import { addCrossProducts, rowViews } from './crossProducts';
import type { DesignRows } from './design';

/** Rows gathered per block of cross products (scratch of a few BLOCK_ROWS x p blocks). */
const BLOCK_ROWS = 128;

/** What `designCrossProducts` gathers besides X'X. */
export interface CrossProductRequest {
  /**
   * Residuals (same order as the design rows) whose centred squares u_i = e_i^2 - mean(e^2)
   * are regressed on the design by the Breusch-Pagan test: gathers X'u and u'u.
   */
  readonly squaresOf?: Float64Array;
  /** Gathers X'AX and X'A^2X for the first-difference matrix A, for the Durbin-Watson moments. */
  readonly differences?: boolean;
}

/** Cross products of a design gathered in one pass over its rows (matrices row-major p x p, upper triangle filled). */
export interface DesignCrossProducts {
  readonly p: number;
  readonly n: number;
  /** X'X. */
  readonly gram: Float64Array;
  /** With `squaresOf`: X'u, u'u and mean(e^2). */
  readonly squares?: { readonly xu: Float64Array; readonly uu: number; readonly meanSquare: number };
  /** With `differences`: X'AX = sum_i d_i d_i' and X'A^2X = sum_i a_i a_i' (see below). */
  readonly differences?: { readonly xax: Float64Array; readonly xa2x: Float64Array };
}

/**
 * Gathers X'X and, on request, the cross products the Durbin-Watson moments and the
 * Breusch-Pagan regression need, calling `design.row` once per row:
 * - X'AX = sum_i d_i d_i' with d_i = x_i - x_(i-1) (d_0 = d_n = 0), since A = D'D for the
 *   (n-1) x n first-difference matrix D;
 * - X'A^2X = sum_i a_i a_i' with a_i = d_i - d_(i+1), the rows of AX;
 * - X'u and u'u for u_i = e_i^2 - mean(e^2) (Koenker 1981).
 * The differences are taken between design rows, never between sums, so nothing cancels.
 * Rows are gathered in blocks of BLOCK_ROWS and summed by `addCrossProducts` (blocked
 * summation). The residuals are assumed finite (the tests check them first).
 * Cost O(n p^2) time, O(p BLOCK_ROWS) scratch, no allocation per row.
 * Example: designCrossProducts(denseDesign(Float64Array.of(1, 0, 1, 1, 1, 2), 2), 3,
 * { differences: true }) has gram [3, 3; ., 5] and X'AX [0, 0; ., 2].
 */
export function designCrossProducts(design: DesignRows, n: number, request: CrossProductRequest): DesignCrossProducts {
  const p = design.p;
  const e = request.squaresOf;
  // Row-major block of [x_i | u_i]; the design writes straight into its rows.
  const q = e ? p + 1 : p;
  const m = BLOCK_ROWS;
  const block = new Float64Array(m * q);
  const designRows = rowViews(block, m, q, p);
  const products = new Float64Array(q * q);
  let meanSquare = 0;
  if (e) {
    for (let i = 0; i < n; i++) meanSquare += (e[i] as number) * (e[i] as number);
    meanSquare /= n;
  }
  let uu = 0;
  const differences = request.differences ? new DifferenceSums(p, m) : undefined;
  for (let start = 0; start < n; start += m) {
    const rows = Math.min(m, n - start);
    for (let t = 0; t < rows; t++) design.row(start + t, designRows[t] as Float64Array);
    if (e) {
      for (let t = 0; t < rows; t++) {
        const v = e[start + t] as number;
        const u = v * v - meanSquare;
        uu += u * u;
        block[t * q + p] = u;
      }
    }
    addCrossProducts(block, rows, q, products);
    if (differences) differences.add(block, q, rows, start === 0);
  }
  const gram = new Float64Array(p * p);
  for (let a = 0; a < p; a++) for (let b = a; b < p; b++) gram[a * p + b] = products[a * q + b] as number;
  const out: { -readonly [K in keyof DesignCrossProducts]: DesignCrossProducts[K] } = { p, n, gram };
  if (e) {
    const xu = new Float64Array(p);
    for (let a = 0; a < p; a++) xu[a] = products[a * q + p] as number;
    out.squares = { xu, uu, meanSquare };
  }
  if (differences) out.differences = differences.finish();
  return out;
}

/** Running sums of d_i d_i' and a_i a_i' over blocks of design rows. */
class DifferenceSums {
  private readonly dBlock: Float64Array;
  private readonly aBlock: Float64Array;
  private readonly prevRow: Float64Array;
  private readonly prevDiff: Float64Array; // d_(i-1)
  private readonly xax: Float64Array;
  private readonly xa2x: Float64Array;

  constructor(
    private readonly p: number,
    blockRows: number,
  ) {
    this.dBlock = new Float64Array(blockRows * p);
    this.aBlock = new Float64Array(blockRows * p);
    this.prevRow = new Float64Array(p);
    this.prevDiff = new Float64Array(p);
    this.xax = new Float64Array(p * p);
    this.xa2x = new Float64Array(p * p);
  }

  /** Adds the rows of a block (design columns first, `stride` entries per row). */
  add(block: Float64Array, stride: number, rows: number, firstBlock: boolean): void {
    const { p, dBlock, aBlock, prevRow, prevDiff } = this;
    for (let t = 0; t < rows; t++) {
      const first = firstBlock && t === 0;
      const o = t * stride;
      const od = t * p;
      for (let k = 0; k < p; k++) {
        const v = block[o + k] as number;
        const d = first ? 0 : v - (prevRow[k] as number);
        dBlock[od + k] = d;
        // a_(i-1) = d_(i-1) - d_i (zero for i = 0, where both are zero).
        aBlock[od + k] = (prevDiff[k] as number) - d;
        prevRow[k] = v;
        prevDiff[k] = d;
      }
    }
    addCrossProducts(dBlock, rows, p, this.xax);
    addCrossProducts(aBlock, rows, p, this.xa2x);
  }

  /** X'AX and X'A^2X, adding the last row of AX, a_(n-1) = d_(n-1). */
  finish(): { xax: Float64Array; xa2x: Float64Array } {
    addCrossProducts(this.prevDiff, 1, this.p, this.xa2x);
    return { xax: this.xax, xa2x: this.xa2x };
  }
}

· · · · · · ·

Tally the lines of the entries that carry the word "addCrossProducts" and say only that number.

- _Solution for this task_
6